--- To do ---
How many lines of the data contain the word "card"? Give only that number.

--- The data ---
/**
 * Claiming a plant with the code from its care card or e-mail. Every look-up and claim counts
 * against the address's limit, like sign-in, so codes cannot be guessed at speed (they carry 160
 * bits anyway). Unknown code: 404; claimed already: 410; never a 500.
 */
import { parseIsoDate, formatIsoDate } from '../../care';
import { AGE_MAX_WEEKS } from '../../schema/plan';
import { CLAIM_CODE, CUSTOM_CLIMATE_CHOICE, STOCK_LIMITS, type ClaimInput } from '../../schema/stock';
import type { Limit } from '../auth/rate-limit';
import { UserFacingError } from '../errors';
import type { AnyDb } from '../secrets';
import { claimCodeHash } from './claim-code';
import { plantsRepository } from './repository';

const MINUTE = 60 * 1000;
/** As many as sign-in allows one address: a household claiming a trayful stays well inside. */
export const CLAIM_LIMIT: Limit = { limit: 30, windowMs: 15 * MINUTE };
export const claimLimitKey = (ip: string) => `claim-ip:${ip}`;

export interface ClaimDeps {
	db: AnyDb;
	/** Counts an attempt for a key within a limit (src/lib/server/auth/rate-limit.ts). */
	consume: (key: string, rule: Limit) => Promise<{ allowed: boolean }>;
	climateBySlug: (slug: string) => Promise<{ id: number } | undefined>;
	/** Runs after a claim commits (the stored plan hooks in here). */
	afterClaim?: (plantId: number) => Promise<void>;
}

export const addDays = (iso: string, days: number) => formatIsoDate(parseIsoDate(iso) + days);

/** The planting date the claim form suggests: a few days after the sale, but not before today's sale day. */
export const defaultPlantingDate = (soldOn: string) => addDays(soldOn, STOCK_LIMITS.plantingAfterSaleDays);

export function createClaimService({ db, consume, climateBySlug, afterClaim }: ClaimDeps) {
	const repo = plantsRepository(db);

	async function find(code: string, ip: string) {
		if (!(await consume(claimLimitKey(ip), CLAIM_LIMIT)).allowed) {
			throw new UserFacingError('code', 'Too many claim attempts from this connection: wait 15 minutes and try again', 429);
		}
		const plant = CLAIM_CODE.test(code) ? await repo.byClaimHash(claimCodeHash(code)) : undefined;
		if (!plant) throw new UserFacingError('code', 'No plant has this claim code: check the link on the card or in the e-mail, or ask the nursery for a new one', 404);
		return plant;
	}

	return {
		/** What the claim page shows; 410 once claimed (with who claimed it, so its owner gets a way on). */
		async lookup(code: string, ip: string, userId: number | null) {
			const plant = await find(code, ip);
			if (plant.claimedAt) {
				const yours = userId !== null && plant.gardenerId === userId;
				throw new UserFacingError('code', yours ? 'You have claimed this plant already: it is on your plants page' : 'This plant has been claimed already: each code works once', 410);
			}
			return { cultivarName: plant.cultivarName, soldOn: plant.soldOn, ageAtSaleWeeks: plant.ageAtSaleWeeks, defaultPlantedOn: defaultPlantingDate(plant.soldOn) };
		},

		async claim(code: string, gardenerId: number, input: ClaimInput, ip: string, today: string, now = new Date()) {
			const plant = await find(code, ip);
			if (plant.claimedAt) throw new UserFacingError('code', 'This plant has been claimed already: each code works once', 410);
			if (input.plantedOn < plant.soldOn) throw new UserFacingError('plantedOn', 'The planting date cannot be before the sale');
			if (input.plantedOn > addDays(today, STOCK_LIMITS.plantingAheadDays)) {
				throw new UserFacingError('plantedOn', `Give a planting date within ${STOCK_LIMITS.plantingAheadDays} days from today`);
			}
			let climateProfileId: number | null = null;
			if (input.climate !== CUSTOM_CLIMATE_CHOICE) {
				const profile = await climateBySlug(input.climate);
				if (!profile) throw new UserFacingError('climate', 'Unknown climate: choose one from the list, or give your own monthly means');
				climateProfileId = profile.id;
			}
			const weeksInPot = Math.floor((parseIsoDate(input.plantedOn) - parseIsoDate(plant.soldOn)) / 7);
			const claimed = await repo.claim(claimCodeHash(code), {
				gardenerId,
				claimedAt: now,
				plantedOn: input.plantedOn,
				ageAtPlantingWeeks: Math.min(AGE_MAX_WEEKS, plant.ageAtSaleWeeks + weeksInPot),
				climateProfileId,
				customMonthlyMeanC: climateProfileId === null ? (input.monthlyMeanC ?? null) : null,
				units: input.units
			});
			if (!claimed) throw new UserFacingError('code', 'This plant has been claimed already: each code works once', 410);
			await afterClaim?.(claimed.id);
			return claimed.id;
		}
	};
}

export type ClaimService = ReturnType<typeof createClaimService>;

--- Exercise output ---
2